This is where the current PR needs the most work, and it needs to be thought through carefully because the mapping is not straightforward. Here is a complete design spec.

Ground truth: what actually reaches the Clojure runtime

The key insight is that the schema must reflect what compute-arity says about the function, not the raw CIC type. The existing compute-arity function (core.clj:114) is your oracle:

(loop [t fn-type explicit 0 erased 0 in-prefix true]
  (if (e/forall? t)
    (let [bi (e/forall-info t)]
      (if (= :default bi)
        (recur (e/forall-body t) (inc explicit) erased false)
        (recur (e/forall-body t) explicit ...)))
    {:arity explicit :erased erased}))

Only :default binder parameters survive to the Clojure runtime. Everything else — :implicit type parameters, :inst-implicit type class instances, universe parameters — is either synthesized at elaboration time or erased during compilation. Your fn-schema walker must use exactly this same binder-info logic, not just walk all foralls.

The current PR's fn-schema already does this correctly — but it's important to understand why, so the rest of the mapping is done consistently.

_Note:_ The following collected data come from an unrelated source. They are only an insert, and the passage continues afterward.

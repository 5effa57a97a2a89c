import type { Series } from '../timeline/series.ts'
import { intersect } from '../timeline/spans.ts'
import type { Timeline } from '../timeline/timeline.ts'
import { accuracyOf, ownAccuracy } from './accuracy.ts'
import { levelBetween } from './levels.ts'
import { heldLevels, heldQuantile } from './standing.ts'

const HOUR_MS = 3_600_000

/** What a thing's own leakage channel says, mA. */
export interface ChannelFigure {
  readonly ma: number
  readonly low: number
  readonly high: number
}

/**
 * A circuit's or load's own clamp: the level that held for half of the time while it was on, with the order-statistic
 * interval of its hourly medians (90 %; the whole range below six hours), never narrower than the clamp's accuracy.
 * Null when the channel has no reading while the thing was on.
 */
export function channelFigure(timeline: Timeline, of: string, own: Series): ChannelFigure | null {
  const thing = timeline.things.find((t) => t.of === of)
  if (thing === undefined) return null
  const on = intersect(thing.state.on, timeline.energised)
  const levels = heldLevels(own, on.length > 0 ? on : timeline.energised)
  const ma = heldQuantile(levels, 0.5)
  if (Number.isNaN(ma)) return null
  const hourly: number[] = []
  for (let i = 0; i < on.length; i += 2) {
    for (let from = on[i]!; from < on[i + 1]!; from += HOUR_MS) {
      const level = levelBetween(own, from, Math.min(from + HOUR_MS, on[i + 1]!))
      if (!Number.isNaN(level)) hourly.push(level)
    }
  }
  hourly.sort((a, b) => a - b)
  const n = hourly.length
  // Normal approximation of the binomial ranks round a median (David & Nagaraja 2003, section 7.1).
  const rank = n < 6 ? 0 : Math.max(0, Math.floor((n - 1.645 * Math.sqrt(n)) / 2))
  const floor = accuracyOf(ownAccuracy(timeline, of), ma)
  return {
    ma,
    low: Math.min(hourly[rank] ?? ma, ma - floor),
    high: Math.max(hourly[n - 1 - rank] ?? ma, ma + floor),
  }
}
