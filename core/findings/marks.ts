import type { TripFinding } from '../contract/findings.ts'

type Course = TripFinding['course']

/** What kind of cause a suspect would be, for what the leakage before a trip says about it. */
export type CauseKind = 'local' | 'weather' | 'supply'

/** A cause either lifts the leakage past the trip current at once, or over a time that a log can show. */
export type Pace = 'at-once' | 'visibly'

type Seen = Readonly<Record<Exclude<Course, 'unseen'>, number>>

/**
 * How often each course is seen before a trip, by kind of cause, when the logger looks closely. A transient (the
 * background) leaves no trace or takes other devices with it; a leaking load jumps, steps or climbs; wet insulation
 * creeps. Judgement from the mechanisms of domain.md, tuned on simulated sites; common practice, no source.
 */
const BACKGROUND: Seen = { sudden: 0.8, step: 0.1, creep: 0.06, shared: 0.04 }
const LOCAL: Readonly<Record<Pace, Seen>> = {
  'at-once': { sudden: 0.84, step: 0.09, creep: 0.05, shared: 0.02 },
  visibly: { sudden: 0.14, step: 0.5, creep: 0.34, shared: 0.02 },
}
const WEATHER: Readonly<Record<Pace, Seen>> = {
  'at-once': LOCAL['at-once'],
  visibly: { sudden: 0.25, step: 0.15, creep: 0.58, shared: 0.02 },
}
const SUPPLY: Seen = { sudden: 0.1, step: 0.02, creep: 0.01, shared: 0.87 }
const SEEN: Readonly<Record<CauseKind, Readonly<Record<Pace, Seen>>>> = {
  local: LOCAL,
  weather: WEATHER,
  supply: { 'at-once': SUPPLY, visibly: SUPPLY },
}
/** What a logger that reads too seldom sees of any cause: nearly always nothing. */
const BLIND: Seen = { sudden: 0.88, step: 0.06, creep: 0.04, shared: 0.02 }
/** A logger that reads so often sees what there is to see; one that reads ten times as seldom a tenth of it. */
const SEES_ALL_MS = 10_000

/**
 * Chance of a trip's course under a kind of cause over its chance under the background; 1 when nothing was seen.
 * `intervalMs` is the leakage logger's usual interval: the seldomer it reads, the less a course says.
 */
export function courseRatio(kind: CauseKind, pace: Pace, course: Course, intervalMs: number): number {
  if (course === 'unseen') return 1
  // together with others is seen by their own trips, not by the log
  const sees = course === 'shared' ? 1 : Math.min(1, SEES_ALL_MS / Math.max(1, intervalMs))
  const chance = (seen: Seen): number => sees * seen[course] + (1 - sees) * BLIND[course]
  return chance(SEEN[kind][pace]) / chance(BACKGROUND)
}
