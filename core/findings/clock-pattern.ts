import type { Pattern } from '../contract/findings.ts'
import { kuiper, meanDirection, rayleigh } from '../statistics/index.ts'
import { localClock } from '../timeline/local-clock.ts'
import type { Timeline } from '../timeline/timeline.ts'
import { rounded } from './words.ts'

const MINUTE_MS = 60_000
const DAY_MINUTES = 1_440
const SPOKEN = 0.05

/**
 * Whether trips gather at a time of day. Local times are first stretched by the energised time that each minute of the
 * day had, so that hours without supply raise no false alarm; then Rayleigh's test for one gathering and Kuiper's for any shape,
 * the smaller p doubled (Bonferroni).
 *
 * @see Mardia & Jupp (2000), Directional Statistics, sections 6.3.1 and 6.3.2
 */
export function clockPattern(timeline: Timeline, trips: readonly number[]): Pattern {
  const clock = localClock(timeline.sheet.timeZone)
  const upTo = energisedUpTo(timeline, clock.minuteOfDay)
  const total = upTo[DAY_MINUTES]!
  const places = trips.map((t) => {
    const minute = Math.min(DAY_MINUTES - 1e-9, clock.minuteOfDay(t))
    const whole = Math.floor(minute)
    const share = upTo[whole]! + (upTo[whole + 1]! - upTo[whole]!) * (minute - whole)
    return total === 0 ? minute / DAY_MINUTES : share / total
  })
  const gathering = rayleigh(places, 1)
  const shape = kuiper(places, 1)
  const p = Math.min(1, 2 * Math.min(gathering.p, shape.p))
  const { direction } = meanDirection(places, 1)
  const method = "Rayleigh's and Kuiper's tests on local times stretched by energised time (Mardia & Jupp 2000)"
  const figures = { p: rounded(p), method, trips: trips.length, resultant: rounded(gathering.resultant) }
  if (p >= SPOKEN) return { verdict: `No time of day stands out among ${trips.length} trips.`, ...figures }
  if (gathering.p >= SPOKEN || direction === null) {
    return { verdict: `${trips.length} trips do not spread evenly over the day, but round no single time.`, ...figures }
  }
  const localTime = timeOf(upTo, direction * total)
  return { verdict: `${trips.length} trips gather round ${localTime} local time.`, ...figures, localTime }
}

/** Energised minutes before each minute of the local day, summed over all days; 1,441 entries. */
function energisedUpTo({ energised }: Timeline, minuteOfDay: (t: number) => number): Float64Array {
  const upTo = new Float64Array(DAY_MINUTES + 1)
  for (let i = 0; i < energised.length; i += 2) {
    for (let t = energised[i]!; t < energised[i + 1]!; t += MINUTE_MS) {
      const length = Math.min(MINUTE_MS, energised[i + 1]! - t)
      const minute = Math.min(DAY_MINUTES - 1, Math.floor(minuteOfDay(t + length / 2)))
      upTo[minute + 1]! += length / MINUTE_MS
    }
  }
  for (let m = 1; m <= DAY_MINUTES; m++) upTo[m]! += upTo[m - 1]!
  return upTo
}

function timeOf(upTo: Float64Array, energisedMinutes: number): string {
  let minute = 0
  while (minute < DAY_MINUTES - 1 && upTo[minute + 1]! <= energisedMinutes) minute++
  const two = (x: number): string => String(x).padStart(2, '0')
  return `${two(Math.floor(minute / 60))}:${two(minute % 60)}`
}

Category 1 — Clean scalar mappings

These are unambiguous. The only note is that the information loss on Nat should be documented explicitly:

CIC type	Malli schema	Note
Nat	[:and :int [:>= 0]]	Lean Nat is unbounded; Clojure int is bounded to Long/MAX_VALUE. Intentionally lossy — document this.
Int	:int
Bool	:boolean
String	:string
Float / Real	:double
Unit	:nil	Compiles to nil at runtime

Category 2 — Structural types (recursive mapping, information loss expected)

These are expressible but the mapping loses any dependent constraints. This is fine and expected — document it.

CIC type	Malli schema
List α	[:sequential (type->malli α)]
Array α	[:vector (type->malli α)]
Option α	[:maybe (type->malli α)]
Prod α β	[:tuple (type->malli α) (type->malli β)]
Sum α β	[:or (type->malli α) (type->malli β)]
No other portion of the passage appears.